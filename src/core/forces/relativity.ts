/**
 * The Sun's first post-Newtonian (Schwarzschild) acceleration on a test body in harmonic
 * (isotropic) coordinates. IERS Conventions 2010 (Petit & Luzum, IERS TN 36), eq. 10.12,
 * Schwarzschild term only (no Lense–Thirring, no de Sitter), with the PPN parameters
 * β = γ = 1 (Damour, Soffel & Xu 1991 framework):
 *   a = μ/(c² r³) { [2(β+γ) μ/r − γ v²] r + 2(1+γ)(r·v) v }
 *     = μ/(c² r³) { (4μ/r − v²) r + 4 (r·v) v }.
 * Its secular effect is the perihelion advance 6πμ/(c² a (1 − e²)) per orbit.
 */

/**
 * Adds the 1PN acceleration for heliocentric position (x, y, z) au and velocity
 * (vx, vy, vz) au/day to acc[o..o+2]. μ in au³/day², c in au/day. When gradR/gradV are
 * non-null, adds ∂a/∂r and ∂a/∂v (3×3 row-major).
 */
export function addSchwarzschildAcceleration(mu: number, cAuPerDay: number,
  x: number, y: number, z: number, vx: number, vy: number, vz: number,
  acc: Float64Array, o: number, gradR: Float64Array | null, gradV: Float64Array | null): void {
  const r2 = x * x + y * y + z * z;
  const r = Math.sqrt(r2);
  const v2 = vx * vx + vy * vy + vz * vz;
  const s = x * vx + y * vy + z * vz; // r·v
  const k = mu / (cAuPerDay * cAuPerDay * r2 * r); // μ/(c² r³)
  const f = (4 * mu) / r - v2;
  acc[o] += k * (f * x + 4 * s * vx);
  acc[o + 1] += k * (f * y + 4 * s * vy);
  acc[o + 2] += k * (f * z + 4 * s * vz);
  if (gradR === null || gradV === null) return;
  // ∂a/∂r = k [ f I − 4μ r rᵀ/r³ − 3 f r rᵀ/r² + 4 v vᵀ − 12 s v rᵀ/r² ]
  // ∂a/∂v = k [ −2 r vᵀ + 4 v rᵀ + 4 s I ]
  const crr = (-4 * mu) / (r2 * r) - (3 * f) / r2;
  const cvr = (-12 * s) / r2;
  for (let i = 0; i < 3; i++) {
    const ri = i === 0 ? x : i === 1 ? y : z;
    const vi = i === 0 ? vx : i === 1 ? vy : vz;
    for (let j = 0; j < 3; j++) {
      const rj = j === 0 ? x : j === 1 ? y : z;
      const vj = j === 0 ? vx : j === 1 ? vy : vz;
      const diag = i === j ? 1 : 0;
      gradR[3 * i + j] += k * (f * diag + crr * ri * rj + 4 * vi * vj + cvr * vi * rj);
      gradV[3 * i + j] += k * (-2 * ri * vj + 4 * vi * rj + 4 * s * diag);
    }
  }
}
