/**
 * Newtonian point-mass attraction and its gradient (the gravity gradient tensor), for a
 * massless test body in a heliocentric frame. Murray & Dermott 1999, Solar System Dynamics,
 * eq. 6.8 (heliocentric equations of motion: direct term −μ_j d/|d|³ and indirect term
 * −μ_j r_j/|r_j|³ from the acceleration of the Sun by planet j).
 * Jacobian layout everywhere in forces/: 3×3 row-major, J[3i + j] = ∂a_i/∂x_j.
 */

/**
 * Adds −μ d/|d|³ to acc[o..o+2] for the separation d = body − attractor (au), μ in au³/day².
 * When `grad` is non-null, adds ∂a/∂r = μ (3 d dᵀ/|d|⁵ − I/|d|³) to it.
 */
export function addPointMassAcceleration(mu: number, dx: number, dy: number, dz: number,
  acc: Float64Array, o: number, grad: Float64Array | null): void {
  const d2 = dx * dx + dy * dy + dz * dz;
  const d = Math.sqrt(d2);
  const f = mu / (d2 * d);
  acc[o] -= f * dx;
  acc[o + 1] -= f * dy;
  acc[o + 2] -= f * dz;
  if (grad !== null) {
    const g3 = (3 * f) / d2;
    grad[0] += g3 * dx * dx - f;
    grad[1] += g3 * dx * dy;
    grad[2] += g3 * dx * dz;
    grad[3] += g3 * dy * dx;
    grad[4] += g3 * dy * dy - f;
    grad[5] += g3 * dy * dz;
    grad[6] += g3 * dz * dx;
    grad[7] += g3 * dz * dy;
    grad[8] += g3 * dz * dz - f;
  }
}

#### THE PROBLEM
A single figure, please: the number of lines in the data that hold the string "null".

#### ANSWER BOX
6